What We Know About the Possible Fiscal Cliff Deal

It appears both sides are quite close to a deal that would avert (or at least quickly reverse) the fiscal cliff. Although negotiations remain ongoing and not all the information is public, here is what we know -- or think we know -- would be included in the deal as it has been negotiated so far:

  • A permanent extension of most of the 2001/2003/2010 income tax cuts for incomes below $400,000/$450,000 include lower rates on ordinary income, capitals gains, and dividends.
  • A top ordinary rate of 39.6% on ordinary income above $400,000/$450,000 and 20% on capitals gains and dividends for those earning above those thresholds.
  • The reinstatement of the PEP and Pease provisions to limit exemptions and deductions for income above $250,000/$300,000.
  • A five-year extension of various refundable tax credits established in 2009 and extended in 2010, including the American Opportunity Tax Credit (AOTC) as well as expansions to the Child Tax Credit and Earned Income Tax Credit.
  • An extension of current policy on the estate tax (include a $5+ million exemption indexed for inflation) but with a rate of 40% instead of 35%
  • A permanent patch to the Alternative Minimum Tax
  • An extension of various "tax extenders" for 2012 and 2013
  • A one-year extension of 50% Bonus Depreciation
  • A one-year "Doc Fix" to prevent a 27% cut in physician payments
  • A 2-month delay of sequestration
  • Still unspecified spending cuts to finance the cost of the doc fix and sequester delay
  • A one -year extension of unemployment benefits 
  • A one-year extension of the farm bill

Although no costs have yet been reported, we have made some very rough estimates based on our understanding of the deal. Note that numbers could be off somewhat from estimating differences and could be off substantially if any agreed-to policy are different from how we understand them currently.

 

 

Relative to current law, we estimate this plan by itself would increase the deficit by roughly $4.6 trillion including interest. Relative to current policy, we estimate it would reduce the deficit by $550 to $600 billion.
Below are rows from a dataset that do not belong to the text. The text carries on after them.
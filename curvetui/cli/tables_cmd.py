"""``curvetui tables``: list the design tables loaded, with their sources."""

from __future__ import annotations

from curvetui.cli.common import console, print_caution, print_json
from curvetui.screen_text import clean, markup


def add_parser(sub) -> None:
    p = sub.add_parser("tables", help="list the design tables loaded, with their sources")
    p.add_argument("--json", action="store_true", help="print JSON")
    p.set_defaults(run=run)


def run(args) -> int:
    from curvetui.storage.tables import (
        rail_limit_sets,
        road_tables,
        skipped_files,
        user_table_dirs,
    )

    tables = road_tables()
    rows = [
        {
            "name": t.name,
            "kind": "road",
            "units": t.units,
            "title": t.title,
            "source": t.source,
            "distribution": t.distribution,
            "speeds": [float(t.speeds[0]), float(t.speeds[-1])],
            "file": t.path,
        }
        for t in tables.values()
    ]
    for lim in rail_limit_sets().values():
        rows.append(
            {
                "name": lim.name,
                "kind": "rail",
                "units": lim.units,
                "title": lim.title,
                "source": lim.source,
                "distribution": "",
                "speeds": [
                    0.0,
                    float(lim.speed_max[-1] / (1 / 3.6 if lim.units == "metric" else 0.44704)),
                ],
                "file": lim.path,
            }
        )
    if args.json:
        print_json(rows)
        return 0
    out = console()
    out.print("[bold]Design tables loaded[/]\n")
    for r in rows:
        unit = "km/h" if r["units"] == "metric" else "mph"
        lo, hi = r["speeds"]
        how = f", {r['distribution']}" if r["distribution"] else ""
        span = f"{lo:g}-{hi:g}" if lo else f"up to {hi:g}"
        out.print(
            f"[bold]{markup(r['name'], True)}[/]  {r['kind']}, {r['units']}, {span} {unit}"
            + markup(how, True)
        )
        out.print(clean(f"  {r['title']}"), markup=False)
        out.print(clean(f"  source: {r['source']}"), markup=False)
        out.print(clean(f"  file: {r['file']}\n"), markup=False)
    skipped = skipped_files()
    if skipped:
        out.print(f"[bold red]Skipped ({len(skipped)}): these user files were not loaded[/]")
        for path, why in skipped.items():
            out.print(clean(f"  {path}: {why}"), markup=False, soft_wrap=True)
        out.print()
    out.print(
        clean("User tables are read from: " + ", ".join(str(d) for d in user_table_dirs())),
        markup=False,
    )
    print_caution(out)
    return 0
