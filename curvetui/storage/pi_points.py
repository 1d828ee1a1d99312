"""Reading a chain of PIs from a CSV file: the start point, PI 1 .. PI n and the end point
as easting and northing in the project's length unit, one row each, in order.

The file is read safely as table files are (``storage.table_files.read_limited``: a regular
file of at most MAX_POINTS_BYTES, UTF-8 only). A header row is required; its columns are
``easting`` and ``northing`` (any case, any order) and optionally ``id``, the bend id at
each PI (the start and end rows name no bend; blank ids become B01, B02...). Columns are
separated by commas, semicolons (then 12,5 may be written for 12.5) or tabs, as in batch
files. Every bad row is named by its row number (the header is row 1) and column; all
problems are given at once (``PointsFileError``), never a traceback.
"""

from __future__ import annotations

import math
from dataclasses import dataclass

from curvetui.inputs import InputError
from curvetui.storage.small_csv import (
    CsvFileError,
    bounded_numbers,
    data_rows,
    quoted,
    read_layout,
)

MAX_POINTS_BYTES = 1_000_000  # 1 MB: thousands of PIs, far more than one road holds
COLUMNS = ("id", "easting", "northing")
REQUIRED = ("easting", "northing")
MAX_COORDINATE = 1e8  # [project unit]: beyond any survey grid's false origin
ID_LENGTH = 40  # as the app's bend id rule (app/session.py ID_RULE)
# a PI turning by less than this is in line with its neighbours (as storage.project.chain)
IN_LINE = 1e-9  # [rad]


class PointsFileError(CsvFileError):
    """A points file that cannot be used; ``problems`` names each row and column."""

    what = "points file"


@dataclass(frozen=True)
class PointsFile:
    """The chain read: points (start, PIs, end) in the file's unit, the bend id at each PI,
    and the file row of each point (for messages)."""

    points: tuple[tuple[float, float], ...]
    ids: tuple[str, ...]
    rows: tuple[int, ...]


def parse_points(text: str, path: str = "points file") -> PointsFile:
    """The chain from the file's text; PointsFileError listing every problem."""
    lines = text.splitlines()
    layout = read_layout(
        lines, COLUMNS, REQUIRED, PointsFileError, path,
        empty="the file is empty: it needs a header row (easting,northing or id,easting,northing)",
        listing=f"columns: {', '.join(COLUMNS)}; easting and northing required",
        header="a points file's header names easting and northing (and optionally id)",
    )  # fmt: skip
    where = layout.where
    problems: list[str] = []
    points: list[tuple[float, float]] = []
    cells_id: list[str] = []
    rows: list[int] = []
    bounds = (("easting", MAX_COORDINATE), ("northing", MAX_COORDINATE))
    for row, cells in data_rows(lines, layout, problems):
        xy = bounded_numbers(cells, row, layout, bounds, problems)
        ident = cells[where["id"]].strip() if "id" in where else ""
        if not ident.isprintable():
            problems.append(
                f"row {row}, column id: {quoted(ident)} holds control characters; a bend id is "
                "1 to 40 printable characters"
            )
        elif len(ident) > ID_LENGTH:
            problems.append(f"row {row}, column id: must be 1 to {ID_LENGTH} characters")
        if xy is not None:
            points.append((xy[0], xy[1]))
            cells_id.append(ident)
            rows.append(row)
    if not problems and len(points) < 3:
        problems.append(
            f"{len(points)} point(s); a chain needs at least 3: the start point, one PI or "
            "more, and the end point, one row each in order"
        )
    if problems:
        raise PointsFileError(path, problems)
    ids = _bend_ids(cells_id, rows, problems)
    _geometry(points, rows, problems)
    if problems:
        raise PointsFileError(path, problems)
    return PointsFile(tuple(points), tuple(ids), tuple(rows))


def _bend_ids(cells: list[str], rows: list[int], problems: list[str]) -> list[str]:
    """The ids at the PIs (the first and last rows name no bend); blanks become B01..."""
    inner = cells[1:-1]
    seen: dict[str, int] = {}
    for ident, row in zip(inner, rows[1:-1], strict=True):
        if ident in seen:
            problems.append(
                f"row {row}, column id: {quoted(ident)} is the id of row {seen[ident]} too"
            )
        elif ident:
            seen[ident] = row
    ids, n = [], 1
    for ident in inner:
        if not ident:
            while f"B{n:02d}" in seen:
                n += 1
            ident = f"B{n:02d}"
            seen[ident] = 0
        ids.append(ident)
    return ids


def _geometry(points: list[tuple[float, float]], rows: list[int], problems: list[str]) -> None:
    """Coincident consecutive points, a point repeated, PIs in line or turning back."""
    first_at: dict[tuple[float, float], int] = {}
    for p, row in zip(points, rows, strict=True):
        if p in first_at:
            problems.append(
                f"row {row}: the same point as row {first_at[p]} ({p[0]:g}, {p[1]:g}); "
                "each point of the chain once"
            )
        else:
            first_at[p] = row
    if problems:
        return
    for k in range(1, len(points) - 1):
        (e0, n0), (e1, n1), (e2, n2) = points[k - 1], points[k], points[k + 1]
        turn = math.atan2(e2 - e1, n2 - n1) - math.atan2(e1 - e0, n1 - n0)
        turn = (turn + math.pi) % (2 * math.pi) - math.pi
        if abs(turn) < IN_LINE:
            problems.append(
                f"row {rows[k]}: this PI is in line with its neighbours (no deflection); "
                "leave it out"
            )
        elif abs(abs(turn) - math.pi) < IN_LINE:
            problems.append(f"row {rows[k]}: the chain turns straight back at this PI")


def read_points(path: str) -> PointsFile:
    """Read only ``path`` (a regular UTF-8 file of at most 1 MB) as a chain of PIs."""
    from curvetui.storage.table_files import TableError, decode_utf8, read_limited

    try:
        text = decode_utf8(read_limited(path, MAX_POINTS_BYTES, "points file"), path)
    except TableError as exc:
        raise InputError(str(exc)) from None
    return parse_points(text, str(path))
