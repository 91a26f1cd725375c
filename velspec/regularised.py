"""A regularised interval-velocity field over the whole line: one bounded least-squares problem.

The unknowns are u = v_int^2 on every sample of every CMP, u being constant in the cell
(t_{j-1}, t_j] that ends at sample j (t_{-1} = 0), so that the integral of u to any time is exact
and thin layers are not biased by a coarse grid. The cost is a sum of squared residuals:

* data, one per pick i (Dix, 1955): t_i V_i^2 = integral_0^{t_i} u dt, in units of the pick's
  uncertainty, sigma(t V^2) = 2 t V sigma_V;
* smoothness in time, first differences of u between neighbouring cells of a CMP, scaled to a
  relative change of interval velocity (du / (2 u_ref) = dv / v): a random walk with standard
  deviation ``time_variation`` over 1 s of t0 inside a layer, and ``step_variation`` across the
  cell boundary nearest each of that CMP's picks, where a reflector lets the velocity step (a
  CMP without picks may step where the nearest CMPs with picks on either side do);
* smoothness along the line, differences of u at the same sample between neighbouring CMPs: a
  random walk with standard deviation ``lateral_variation`` over 1 km of line for the velocity
  averaged over 1 s of t0 (each cell weighted by its duration, each pair of CMPs by the inverse
  of their distance, so neither the sample interval nor the CMP spacing changes its meaning);

with every u inside [vint_min^2, vint_max^2]. ``u_ref`` is the line's stacking-velocity trend
(medians of the picks in time groups), used only to express the priors in relative terms.

The problem is solved by a primal-dual active-set method (Hintermueller, Ito & Kunisch, 2002)
for the bounds, each pass a preconditioned conjugate-gradient solve on the free unknowns; the
first active sets are proposed CMP by CMP, where the rule is cheap to run to its end
(:func:`_solve_bounded`). Where many cells sit at a bound the passes add up: the benchmark's
gas layer takes 40-70 of them, most of a few iterations. The
preconditioner is the exact inverse of each CMP's own block (data, time smoothing, and the
diagonal of the lateral coupling): in the cumulative variable B = integral u it is a
pentadiagonal matrix, factored once per pass in O(nt) per CMP. Memory is a few (ncmp, nt)
float64 arrays; the work per iteration is O(ncmp nt). Each output value is computed by one
thread in a fixed order and the dot products are summed row by row, so the result has the same
bits for any thread count.

The field is a first-pass interval-velocity field for review: qualified people must check it
before any use, and local regulations and licensed practice prevail.

References
----------
Dix, C. H., 1955, Seismic velocities from surface measurements: Geophysics 20, 68-86.
Koren, Z., and Ravve, I., 2006, Constrained Dix inversion: Geophysics 71(6), R113-R130.
Hintermueller, M., Ito, K., and Kunisch, K., 2002, The primal-dual active set strategy as a
semismooth Newton method: SIAM Journal on Optimization 13(3), 865-888.
Hestenes, M. R., and Stiefel, E., 1952, Methods of conjugate gradients for solving linear
systems: Journal of Research of the National Bureau of Standards 49(6), 409-436.
"""

from __future__ import annotations

import hashlib
from dataclasses import dataclass

import numpy as np
from numba import njit, prange

from .errors import InputError
from .interval import depth_fields
from .params import IntervalParams

__all__ = ["NoPicksError", "RegularisedField", "regularised_dix", "depth_from_interval"]

T_REF = 1.0        # s: the time over which time_variation and the lateral average are stated
X_REF = 1000.0     # m: the distance over which lateral_variation is stated
UNIT = 1e-6        # u is solved in (km/s)^2 so that its numbers are of order one
FIXED_WEIGHT = 1e6  # a bound-held cell weighs this many times its diagonal in the preconditioner
MAX_PASSES = 400   # active-set passes; each is cheap after the first few
ROW_PASSES = 1000  # multiplier-rule passes of one CMP on its own block
ROW_SHRINK = 0.5   # row proposals go on while each changes at most this share of the cells the last did
KKT_SLACK = 1e-5   # relative: a free cell this far outside a bound (0.0005 % in velocity) counts as inside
How this plan effects the debt depends on what happens in future stages. Assuming policymakers continue current policy -- including by errantly delaying the sequester and avoiding SGR reductions in physician payments without offsets -- we estimate the plan would result in debt levels of between 79 percent of GDP (CRFB realistic, which assumes war drawdown and no extenders) and 86 percent of GDP (CBO AFS, which assumes no war drawdown and continued tax extenders).

Importantly, though, the plan would leave in place both the sequestration and the SGR -- which could serve to encourage further deficit reduction. If policymakers were able to identify the roughly $1.2 trillion in offsets necessary to pay for those measure (while also paying for or letting expire "tax extenders" and drawing down war spending) then the debt could fall to as low as 73 percent of GDP.
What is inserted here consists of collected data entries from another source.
def test_avx2_path_gives_the_same_bits_as_this_machine(tmp_path, rng):
    env = dict(os.environ, NUMBA_CPU_NAME="haswell", NUMBA_CPU_FEATURES="",
               NUMBA_CACHE_DIR=str(tmp_path / "numba-cache-haswell"))
    proc = subprocess.run([sys.executable, "-c", _CHILD, str(tmp_path)], env=env, capture_output=True,
                          text=True, timeout=600)
    assert proc.returncode == 0, proc.stderr[-2000:]
    child = json.loads(proc.stdout.strip().splitlines()[-1])
    assert child["path"] == "8-lane avx2" and child["cpu"] == "haswell"
    assert not child["zmm"] and child["vperm_ymm"] > 0   # really 256-bit code, vpermps/vpermd
    cr = np.random.default_rng(5)
    offsets = np.linspace(-2800, 2800, 57)
    data = cr.standard_normal((57, 800)).astype(np.float32)
    vels = velocity_axis(1500, 4500, 37)
    import numba
    for etas in (None, [0.0, 0.1, 0.3]):
        here = scan_gather(data, offsets, DT, 0.1, vels, etas=None if etas is None else np.array(etas))
        for threads in (1, 2):
            there = np.load(tmp_path / f"panel-{threads}-{'eta' if etas else 'hyp'}.npy")
            assert np.array_equal(here, there), (etas, threads, numba.config.NUMBA_NUM_THREADS)


# -- other invariants -------------------------------------------------------------------------

@pytest.mark.parametrize("name", ["standard", "delay", "nonhyperbolic", "span ends near the trace end"])
def test_live_count_matches_positions(name, rng):
    data, q_unit, trials, law, tau2, mute_c, tau_first, _ = kernel_args(rng=rng, **CASES[name])
    ns = data.shape[1]
    pos = np.empty(tau2.size, dtype=np.float32)
    expected = np.zeros((trials.shape[0], tau2.size), dtype=np.int32)
    for m in range(trials.shape[0]):
        for i in range(q_unit.size):
            j0, j1 = positions(law, tau2, q_unit[i] * trials[m, 0], trials[m, 1], mute_c, tau_first,
                               np.float32(ns - 1), pos)
            expected[m, j0:j1] += 1
    got = kernels.live_count(q_unit, trials, law, tau2, mute_c, tau_first, ns)
    assert np.array_equal(got, expected)


def test_hyperbolic_span_is_the_span_of_positions(rng):
    _, q_unit, trials, law, tau2, mute_c, tau_first, _ = kernel_args(rng=rng, ntr=50, ns=900, nv=40, t_first=0.1)
    last = np.float32(899)
    pos = np.empty(tau2.size, dtype=np.float32)
    for s2 in trials[:, 0]:
        for q in q_unit * s2:
            assert hyperbolic_span(tau2, q, mute_c, tau_first, last) == \
                positions(HYPERBOLIC, tau2, q, np.float32(0), mute_c, tau_first, last, pos)


def test_guessed_search_equals_binary_search(rng):
    # The guess assumes tau2 = (tau_first + j)^2; any other sorted array must still be searched
    # exactly (the walk gives up and binary-searches); numpy.searchsorted is the reference.
    arrays = [np.sort(rng.uniform(-5, 1e4, 300)).astype(np.float32),
              np.repeat(np.arange(50, dtype=np.float32), 7),
              ((3.0 + np.arange(200)) ** 2).astype(np.float32)]
    for tau2 in arrays:
        for v in np.concatenate([rng.uniform(-10, 2e4, 200), tau2[::17]]).astype(np.float32):
            for right in (False, True):
                side = "right" if right else "left"
                assert guessed_search(tau2, v, np.float32(3.0), right) == np.searchsorted(tau2, v, side=side)


@njit(cache=False)
def _drive_blocks(trace, pos, stack, energy, j0, j1):
    kernels.stack_positions(trace, pos, stack, energy, j0, j1)


@njit(cache=False)
def _plain_positions(trace, pos, stack, energy, j0, j1):
    ns = trace.shape[0]
    for j in range(j0, j1):
        k = min(int(pos[j]), ns - 2)
        a = fma32(pos[j] - np.float32(k), trace[k + 1] - trace[k], trace[k])
        stack[j] += a
        energy[j] = fma32(a, a, energy[j])


def test_blocks_that_spread_too_wide_fall_back_to_the_plain_loop(rng):
    # Positions that jump back and forth (not a moveout any law gives) fail the block's spread
    # test; those blocks are done sample by sample and the sums must not change.
    ns, nt = 400, 300
    trace = rng.standard_normal(ns).astype(np.float32)
    pos = rng.uniform(0, ns - 1, nt).astype(np.float32)
    pos[::3] = np.float32(ns - 1)        # the exact last position, clamped to k = ns - 2
    pos[100:140] = np.linspace(10, 30, 40, dtype=np.float32)   # one run that does fit a block
    fast_s, fast_e = np.zeros(nt, np.float32), np.zeros(nt, np.float32)
    _drive_blocks(trace, pos, fast_s, fast_e, 3, nt - 2)
    slow_s, slow_e = np.zeros(nt, np.float32), np.zeros(nt, np.float32)
    _plain_positions(trace, pos, slow_s, slow_e, 3, nt - 2)
    assert np.array_equal(fast_s, slow_s) and np.array_equal(fast_e, slow_e)


@pytest.mark.parametrize("etas", [None, np.array([0.0, 0.1, 0.3])])
def test_same_bits_for_any_thread_count_both_laws(etas, rng):
    import numba

    offsets = np.linspace(-2800, 2800, 57)
    data = rng.standard_normal((57, 800)).astype(np.float32)
    vels = velocity_axis(1500, 4500, 37)
    panels = []
    for threads in range(1, numba.config.NUMBA_NUM_THREADS + 1):
        numba.set_num_threads(threads)
        panels.append(scan_gather(data, offsets, DT, 0.1, vels, etas=etas))
    numba.set_num_threads(numba.config.NUMBA_NUM_THREADS)
    assert all(np.array_equal(panels[0], p) for p in panels[1:])
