fn notes(o: &mut String, c: &Collected<'_>) {
    let lim = limits(c);
    let _ = write!(
        o,
        "<section id=\"notes\">\n<h2>How this report was made</h2>\n<ul>\n\
         <li>Every log ran through the firmware detector (the same code the boards run, built for \
         this computer), each from a fresh start with warm-up; flags, drivers and faults are the \
         detector's own.</li>\n\
         <li>Per sample: <i>z</i> = (<i>x</i> − μ)/<i>s</i>, <i>t</i> = Pᵀ<i>z</i>, \
         <i>r</i> = <i>z</i> − P<i>t</i>; SPE = Σ<i>r<sub>i</sub></i>², T² = Σ<i>t<sub>j</sub></i>²/λ<sub>j</sub>, \
         NLL = −log of the mixture density of <i>t</i>. The charts follow <i>u</i>; its centre and \
         spread per score: SPE {} / {}, T² {} / {}, NLL {} / {} (NLL floor {}).</li>\n\
         <li>Timelines: one drawn column per pixel; each column shows the smallest and largest \
         per-sample <i>u</i>, EWMA and CUSUM of the samples it covers. Marks along the top of a \
         panel are columns whose per-sample <i>u</i> goes above the drawn scale.</li>\n\
         <li>{}</li>\n{}\
         <li>Contributions: <i>r<sub>i</sub></i>² recomputed from the model in double precision; \
         their sum is the SPE the detector reported, to rounding.</li>\n\
         <li>Latent plane: reservoir samples (fixed seed), so the same inputs give the same picture.</li>\n\
         </ul>\n</section>\n",
        sig(f64::from(lim[0].center)),
        sig(f64::from(lim[0].spread)),
        sig(f64::from(lim[1].center)),
        sig(f64::from(lim[1].spread)),
        sig(f64::from(lim[2].center)),
        sig(f64::from(lim[2].spread)),
        sig(f64::from(c.nll_floor)),
        resid_sentence(c),
        slow_sentence(c),
    );
}

/// The notes' sentence on the residual chart.
fn resid_sentence(c: &Collected<'_>) -> String {
    let m = &c.file.model;
    let on = m.resid_gain.iter().filter(|g| **g != 0.0).count();
    if on == 0 {
        return format!("{RESID_NAME}: off in this model (every feature's gain is 0).");
    }
    format!(
        "{RESID_NAME}: the detector's own per-feature EWMAs; each panel column shows the smallest \
         and largest of their peak |EWMA| over its samples. On for {on} of {} features, limit \
         <i>L</i> = {}. A flag's feature is the one whose EWMA was the largest in absolute value \
         at the sample that raised it, named only when that EWMA was beyond <i>L</i>.",
        m.resid_gain.len(),
        sig(f64::from(m.resid_limit))
    )
}

/// The notes' item on the slow charts (empty without them).
fn slow_sentence(c: &Collected<'_>) -> String {
    if !slow_on(c) {
        return String::new();
    }
    format!(
        "<li>{SLOW_NAME}: the detector's own {} slower EWMAs (their constants are listed under \
         “Reading the timelines”); each panel column shows the smallest and largest of their peak \
         |EWMA| over its samples, \
         against their limit <i>L<sub>s</sub></i> = {}. A flag's feature is named as for the \
         residual chart.</li>\n",
        slow_charts(c).count(),
        sig(f64::from(c.file.model.slow_limit))
    )
}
Even this might be insufficient to stabilize the debt, and would require substantial new revenue or spending cuts to be identified. Presuming our numbers are right, such a plan would likely represent the absolute minimum amount of savings which could have the potential to stabilize the debt.

For that reason, whatever happens to this package in 2012, more work will be necessary in 2013.